§ **TASK**: What number of lines in the listing contain "visx"? Answer with that number only.

§ **EXERCISE MATERIAL**:
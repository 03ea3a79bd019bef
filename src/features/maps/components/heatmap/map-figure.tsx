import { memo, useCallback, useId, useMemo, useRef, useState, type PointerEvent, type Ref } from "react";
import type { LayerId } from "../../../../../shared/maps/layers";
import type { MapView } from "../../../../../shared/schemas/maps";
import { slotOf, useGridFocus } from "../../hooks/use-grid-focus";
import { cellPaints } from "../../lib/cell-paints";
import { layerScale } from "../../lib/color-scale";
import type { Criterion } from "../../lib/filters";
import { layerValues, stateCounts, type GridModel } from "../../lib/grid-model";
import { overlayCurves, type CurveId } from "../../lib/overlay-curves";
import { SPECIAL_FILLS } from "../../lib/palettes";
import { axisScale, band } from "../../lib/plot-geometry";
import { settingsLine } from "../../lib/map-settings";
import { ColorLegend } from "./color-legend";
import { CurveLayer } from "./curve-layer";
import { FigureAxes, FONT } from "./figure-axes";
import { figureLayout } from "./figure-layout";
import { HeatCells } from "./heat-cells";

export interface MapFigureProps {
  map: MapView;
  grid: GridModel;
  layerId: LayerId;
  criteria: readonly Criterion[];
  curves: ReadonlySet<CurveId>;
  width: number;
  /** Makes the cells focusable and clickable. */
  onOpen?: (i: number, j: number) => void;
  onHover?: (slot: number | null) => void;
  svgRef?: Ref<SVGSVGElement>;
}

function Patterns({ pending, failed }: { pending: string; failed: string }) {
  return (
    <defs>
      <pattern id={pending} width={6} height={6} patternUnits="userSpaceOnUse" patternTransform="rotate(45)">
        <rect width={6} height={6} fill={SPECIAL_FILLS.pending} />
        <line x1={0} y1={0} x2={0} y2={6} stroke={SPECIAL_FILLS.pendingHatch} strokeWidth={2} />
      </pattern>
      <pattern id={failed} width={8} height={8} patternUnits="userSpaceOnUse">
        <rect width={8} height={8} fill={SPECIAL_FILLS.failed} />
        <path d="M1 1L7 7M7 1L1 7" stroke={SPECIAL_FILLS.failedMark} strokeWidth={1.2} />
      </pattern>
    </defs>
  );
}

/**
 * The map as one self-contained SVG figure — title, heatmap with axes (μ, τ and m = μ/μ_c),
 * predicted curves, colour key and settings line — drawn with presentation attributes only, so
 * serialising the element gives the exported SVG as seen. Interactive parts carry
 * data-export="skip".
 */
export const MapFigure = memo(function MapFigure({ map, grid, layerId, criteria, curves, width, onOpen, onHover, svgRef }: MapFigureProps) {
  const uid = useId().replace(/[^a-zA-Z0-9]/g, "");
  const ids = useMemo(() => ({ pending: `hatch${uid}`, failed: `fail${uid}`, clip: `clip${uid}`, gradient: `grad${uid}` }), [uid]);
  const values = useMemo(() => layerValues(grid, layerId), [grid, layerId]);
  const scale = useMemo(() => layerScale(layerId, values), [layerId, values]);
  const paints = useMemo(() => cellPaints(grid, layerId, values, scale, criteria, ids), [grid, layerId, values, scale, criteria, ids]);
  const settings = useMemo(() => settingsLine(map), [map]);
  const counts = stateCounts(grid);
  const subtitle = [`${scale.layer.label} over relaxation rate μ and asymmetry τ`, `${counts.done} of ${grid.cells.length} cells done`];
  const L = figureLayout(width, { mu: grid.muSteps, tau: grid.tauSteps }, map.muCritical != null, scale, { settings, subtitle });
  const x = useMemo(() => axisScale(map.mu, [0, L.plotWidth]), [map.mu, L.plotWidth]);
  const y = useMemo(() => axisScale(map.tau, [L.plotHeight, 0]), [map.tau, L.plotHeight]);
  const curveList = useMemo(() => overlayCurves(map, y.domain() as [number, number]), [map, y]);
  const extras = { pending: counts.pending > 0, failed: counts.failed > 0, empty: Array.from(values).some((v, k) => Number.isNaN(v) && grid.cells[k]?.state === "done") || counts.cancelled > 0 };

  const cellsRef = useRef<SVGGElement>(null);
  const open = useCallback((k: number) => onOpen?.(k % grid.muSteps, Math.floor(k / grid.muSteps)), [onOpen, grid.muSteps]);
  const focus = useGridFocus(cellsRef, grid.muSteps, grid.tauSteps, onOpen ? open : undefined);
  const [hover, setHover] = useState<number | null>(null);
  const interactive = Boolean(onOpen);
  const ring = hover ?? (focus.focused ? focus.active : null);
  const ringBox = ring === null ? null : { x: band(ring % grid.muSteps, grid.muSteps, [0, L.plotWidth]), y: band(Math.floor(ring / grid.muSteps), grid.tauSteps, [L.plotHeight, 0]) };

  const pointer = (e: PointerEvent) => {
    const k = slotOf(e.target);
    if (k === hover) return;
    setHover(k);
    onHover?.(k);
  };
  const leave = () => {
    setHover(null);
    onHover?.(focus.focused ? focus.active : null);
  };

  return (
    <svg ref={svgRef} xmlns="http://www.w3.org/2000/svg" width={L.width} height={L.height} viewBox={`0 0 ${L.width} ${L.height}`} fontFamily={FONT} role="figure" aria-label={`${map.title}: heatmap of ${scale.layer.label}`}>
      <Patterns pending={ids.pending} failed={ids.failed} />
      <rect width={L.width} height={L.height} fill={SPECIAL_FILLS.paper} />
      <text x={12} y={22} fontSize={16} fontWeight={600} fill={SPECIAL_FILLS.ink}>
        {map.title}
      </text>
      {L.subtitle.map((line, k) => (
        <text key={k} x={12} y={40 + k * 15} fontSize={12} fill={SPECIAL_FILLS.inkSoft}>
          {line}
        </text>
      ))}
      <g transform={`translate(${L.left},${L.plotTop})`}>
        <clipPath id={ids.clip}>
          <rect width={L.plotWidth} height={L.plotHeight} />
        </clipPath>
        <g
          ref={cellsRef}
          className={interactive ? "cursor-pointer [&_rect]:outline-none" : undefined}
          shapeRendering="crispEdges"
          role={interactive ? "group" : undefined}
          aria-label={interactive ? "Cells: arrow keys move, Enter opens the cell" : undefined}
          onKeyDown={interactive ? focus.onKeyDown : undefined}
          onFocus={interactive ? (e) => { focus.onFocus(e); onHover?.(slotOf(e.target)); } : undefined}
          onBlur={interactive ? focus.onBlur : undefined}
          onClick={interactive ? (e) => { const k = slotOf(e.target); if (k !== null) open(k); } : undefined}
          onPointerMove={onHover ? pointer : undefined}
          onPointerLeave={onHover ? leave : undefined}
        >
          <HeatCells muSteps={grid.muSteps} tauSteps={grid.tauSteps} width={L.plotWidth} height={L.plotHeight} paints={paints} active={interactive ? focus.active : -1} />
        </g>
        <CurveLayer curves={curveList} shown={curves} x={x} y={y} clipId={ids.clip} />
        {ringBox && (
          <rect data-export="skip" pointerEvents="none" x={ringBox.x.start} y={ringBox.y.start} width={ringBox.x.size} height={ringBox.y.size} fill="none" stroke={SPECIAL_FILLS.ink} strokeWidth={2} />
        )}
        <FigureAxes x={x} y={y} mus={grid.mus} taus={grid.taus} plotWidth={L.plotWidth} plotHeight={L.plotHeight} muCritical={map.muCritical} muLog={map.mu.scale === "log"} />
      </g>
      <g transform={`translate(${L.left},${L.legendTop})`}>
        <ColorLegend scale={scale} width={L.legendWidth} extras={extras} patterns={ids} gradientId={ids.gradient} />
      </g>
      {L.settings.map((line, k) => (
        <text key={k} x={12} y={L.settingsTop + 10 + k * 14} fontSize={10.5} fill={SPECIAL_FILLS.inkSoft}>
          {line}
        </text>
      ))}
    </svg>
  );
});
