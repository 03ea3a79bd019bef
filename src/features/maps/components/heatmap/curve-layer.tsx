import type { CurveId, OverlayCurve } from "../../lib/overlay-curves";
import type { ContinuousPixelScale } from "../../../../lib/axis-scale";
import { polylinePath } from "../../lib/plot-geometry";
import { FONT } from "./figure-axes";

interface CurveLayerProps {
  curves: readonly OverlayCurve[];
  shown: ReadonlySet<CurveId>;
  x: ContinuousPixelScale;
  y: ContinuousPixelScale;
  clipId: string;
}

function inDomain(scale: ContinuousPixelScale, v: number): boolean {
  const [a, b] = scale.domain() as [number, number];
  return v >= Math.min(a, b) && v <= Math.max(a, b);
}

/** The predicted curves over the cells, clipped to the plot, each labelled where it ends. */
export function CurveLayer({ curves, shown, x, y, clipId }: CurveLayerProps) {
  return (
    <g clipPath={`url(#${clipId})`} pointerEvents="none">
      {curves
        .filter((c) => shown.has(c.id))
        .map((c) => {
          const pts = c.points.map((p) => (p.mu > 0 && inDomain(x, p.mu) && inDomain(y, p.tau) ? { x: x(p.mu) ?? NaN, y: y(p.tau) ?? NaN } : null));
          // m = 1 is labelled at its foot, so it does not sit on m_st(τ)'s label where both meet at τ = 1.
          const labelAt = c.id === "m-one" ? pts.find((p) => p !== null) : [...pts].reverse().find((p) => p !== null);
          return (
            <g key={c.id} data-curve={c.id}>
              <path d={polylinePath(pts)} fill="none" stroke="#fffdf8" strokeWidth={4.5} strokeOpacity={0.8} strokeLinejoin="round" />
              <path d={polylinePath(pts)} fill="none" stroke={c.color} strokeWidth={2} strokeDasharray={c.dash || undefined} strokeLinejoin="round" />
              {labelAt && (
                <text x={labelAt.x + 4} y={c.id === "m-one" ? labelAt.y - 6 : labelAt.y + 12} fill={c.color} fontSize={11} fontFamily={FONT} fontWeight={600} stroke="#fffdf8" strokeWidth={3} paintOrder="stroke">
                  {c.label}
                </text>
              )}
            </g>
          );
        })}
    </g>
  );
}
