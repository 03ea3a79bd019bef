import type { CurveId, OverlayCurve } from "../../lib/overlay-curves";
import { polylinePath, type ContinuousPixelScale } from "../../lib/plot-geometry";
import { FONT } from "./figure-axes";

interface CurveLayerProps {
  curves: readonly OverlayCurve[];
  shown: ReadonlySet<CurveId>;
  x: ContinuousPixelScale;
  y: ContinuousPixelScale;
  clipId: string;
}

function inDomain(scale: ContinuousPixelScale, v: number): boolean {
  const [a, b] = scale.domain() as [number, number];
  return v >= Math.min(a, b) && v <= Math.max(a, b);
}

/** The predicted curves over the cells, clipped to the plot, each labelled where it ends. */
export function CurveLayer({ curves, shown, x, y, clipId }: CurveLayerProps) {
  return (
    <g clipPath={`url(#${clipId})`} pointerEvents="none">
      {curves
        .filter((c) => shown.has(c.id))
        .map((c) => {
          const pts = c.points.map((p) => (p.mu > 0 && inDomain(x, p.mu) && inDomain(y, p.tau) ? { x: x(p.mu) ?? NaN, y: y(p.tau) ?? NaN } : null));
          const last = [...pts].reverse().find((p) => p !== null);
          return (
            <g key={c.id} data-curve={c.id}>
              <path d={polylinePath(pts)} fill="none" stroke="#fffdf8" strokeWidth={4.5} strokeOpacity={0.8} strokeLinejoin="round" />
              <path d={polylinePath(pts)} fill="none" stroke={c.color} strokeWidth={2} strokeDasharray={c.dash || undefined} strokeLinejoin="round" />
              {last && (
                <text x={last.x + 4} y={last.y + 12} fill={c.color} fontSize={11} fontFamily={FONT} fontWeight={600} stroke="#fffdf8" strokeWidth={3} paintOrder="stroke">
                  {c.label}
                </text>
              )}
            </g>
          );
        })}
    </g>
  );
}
* * *
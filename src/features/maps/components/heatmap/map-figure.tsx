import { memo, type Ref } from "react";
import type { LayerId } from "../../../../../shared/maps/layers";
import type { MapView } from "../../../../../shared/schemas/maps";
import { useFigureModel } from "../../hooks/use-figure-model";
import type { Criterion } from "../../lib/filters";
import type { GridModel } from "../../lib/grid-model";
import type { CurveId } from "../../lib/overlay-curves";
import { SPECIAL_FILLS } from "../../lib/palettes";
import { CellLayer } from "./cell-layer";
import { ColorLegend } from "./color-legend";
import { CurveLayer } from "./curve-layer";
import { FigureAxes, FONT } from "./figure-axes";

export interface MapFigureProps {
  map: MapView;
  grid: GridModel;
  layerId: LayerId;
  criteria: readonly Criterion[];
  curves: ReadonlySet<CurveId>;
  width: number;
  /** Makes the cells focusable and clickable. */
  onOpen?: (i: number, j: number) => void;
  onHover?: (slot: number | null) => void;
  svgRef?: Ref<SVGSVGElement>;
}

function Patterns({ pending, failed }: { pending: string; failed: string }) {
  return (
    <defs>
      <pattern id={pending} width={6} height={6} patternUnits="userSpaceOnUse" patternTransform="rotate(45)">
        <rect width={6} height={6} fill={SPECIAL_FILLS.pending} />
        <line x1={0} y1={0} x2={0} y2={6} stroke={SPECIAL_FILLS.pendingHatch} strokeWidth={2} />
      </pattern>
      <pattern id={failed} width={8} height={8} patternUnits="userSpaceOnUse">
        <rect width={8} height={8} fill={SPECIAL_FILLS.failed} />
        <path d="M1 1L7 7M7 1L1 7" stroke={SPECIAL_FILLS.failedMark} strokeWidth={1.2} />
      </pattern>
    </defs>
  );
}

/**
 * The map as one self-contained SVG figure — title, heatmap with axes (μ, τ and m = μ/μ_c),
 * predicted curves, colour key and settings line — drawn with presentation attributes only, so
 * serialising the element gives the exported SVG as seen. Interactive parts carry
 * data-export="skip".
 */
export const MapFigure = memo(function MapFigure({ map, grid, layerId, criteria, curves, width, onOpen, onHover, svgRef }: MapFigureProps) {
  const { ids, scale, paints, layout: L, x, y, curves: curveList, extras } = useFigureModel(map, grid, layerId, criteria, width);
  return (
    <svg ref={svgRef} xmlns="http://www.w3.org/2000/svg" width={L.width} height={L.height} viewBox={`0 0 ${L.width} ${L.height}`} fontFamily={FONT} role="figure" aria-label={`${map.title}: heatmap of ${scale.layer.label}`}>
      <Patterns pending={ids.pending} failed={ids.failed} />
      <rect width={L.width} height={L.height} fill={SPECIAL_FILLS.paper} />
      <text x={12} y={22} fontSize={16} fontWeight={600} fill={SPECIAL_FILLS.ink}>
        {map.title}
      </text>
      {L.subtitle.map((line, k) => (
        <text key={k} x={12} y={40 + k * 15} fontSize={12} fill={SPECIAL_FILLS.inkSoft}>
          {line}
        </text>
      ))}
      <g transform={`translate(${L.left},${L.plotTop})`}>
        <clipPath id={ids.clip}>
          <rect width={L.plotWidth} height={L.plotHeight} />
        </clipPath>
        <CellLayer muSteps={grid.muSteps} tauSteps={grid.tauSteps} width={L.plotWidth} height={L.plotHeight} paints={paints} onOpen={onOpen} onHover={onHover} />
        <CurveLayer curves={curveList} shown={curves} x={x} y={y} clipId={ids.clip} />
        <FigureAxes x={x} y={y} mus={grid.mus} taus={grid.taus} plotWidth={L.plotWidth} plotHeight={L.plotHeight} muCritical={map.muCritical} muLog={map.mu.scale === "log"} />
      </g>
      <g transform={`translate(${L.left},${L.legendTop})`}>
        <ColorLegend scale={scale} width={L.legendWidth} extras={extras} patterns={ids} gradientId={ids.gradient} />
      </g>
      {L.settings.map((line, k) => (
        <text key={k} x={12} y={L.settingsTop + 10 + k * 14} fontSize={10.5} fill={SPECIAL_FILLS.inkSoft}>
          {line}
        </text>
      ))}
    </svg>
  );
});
* * *
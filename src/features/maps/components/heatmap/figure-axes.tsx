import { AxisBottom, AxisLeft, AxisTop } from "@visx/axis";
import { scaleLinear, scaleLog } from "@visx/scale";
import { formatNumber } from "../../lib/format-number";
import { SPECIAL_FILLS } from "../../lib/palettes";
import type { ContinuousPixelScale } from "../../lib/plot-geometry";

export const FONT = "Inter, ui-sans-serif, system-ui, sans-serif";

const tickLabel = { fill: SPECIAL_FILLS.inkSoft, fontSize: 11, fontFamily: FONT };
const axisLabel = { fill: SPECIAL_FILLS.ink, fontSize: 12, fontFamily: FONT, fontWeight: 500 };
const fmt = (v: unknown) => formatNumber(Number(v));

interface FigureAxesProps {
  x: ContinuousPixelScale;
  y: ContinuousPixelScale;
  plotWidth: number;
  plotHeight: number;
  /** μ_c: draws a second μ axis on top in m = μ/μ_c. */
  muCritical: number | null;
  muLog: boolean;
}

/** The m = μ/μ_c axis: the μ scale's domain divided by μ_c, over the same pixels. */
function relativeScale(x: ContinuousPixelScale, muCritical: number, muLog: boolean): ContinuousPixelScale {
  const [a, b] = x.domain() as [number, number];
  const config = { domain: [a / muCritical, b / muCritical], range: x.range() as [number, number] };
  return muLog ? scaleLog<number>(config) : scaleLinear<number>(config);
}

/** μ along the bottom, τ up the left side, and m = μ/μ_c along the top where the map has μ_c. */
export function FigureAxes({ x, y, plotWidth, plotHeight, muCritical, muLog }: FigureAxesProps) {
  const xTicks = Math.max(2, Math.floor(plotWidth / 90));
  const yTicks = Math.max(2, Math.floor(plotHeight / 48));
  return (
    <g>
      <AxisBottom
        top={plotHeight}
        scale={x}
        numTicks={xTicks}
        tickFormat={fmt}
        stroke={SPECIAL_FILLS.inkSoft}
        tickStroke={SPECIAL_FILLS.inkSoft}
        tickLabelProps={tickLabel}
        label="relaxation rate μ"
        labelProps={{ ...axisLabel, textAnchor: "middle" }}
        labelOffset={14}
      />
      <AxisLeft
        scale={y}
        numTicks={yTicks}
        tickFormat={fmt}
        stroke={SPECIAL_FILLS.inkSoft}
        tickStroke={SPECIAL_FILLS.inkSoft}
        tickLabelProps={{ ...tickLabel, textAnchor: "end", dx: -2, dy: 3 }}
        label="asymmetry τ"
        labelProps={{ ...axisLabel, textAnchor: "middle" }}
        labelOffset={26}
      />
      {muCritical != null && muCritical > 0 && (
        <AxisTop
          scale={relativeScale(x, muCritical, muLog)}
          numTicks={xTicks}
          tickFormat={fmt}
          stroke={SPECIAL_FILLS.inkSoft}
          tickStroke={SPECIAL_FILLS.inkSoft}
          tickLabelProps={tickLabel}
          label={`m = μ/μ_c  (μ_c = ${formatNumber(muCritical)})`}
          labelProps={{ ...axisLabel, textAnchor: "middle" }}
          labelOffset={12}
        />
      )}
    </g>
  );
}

§ **RESPONSE TO THE EXERCISE**: 2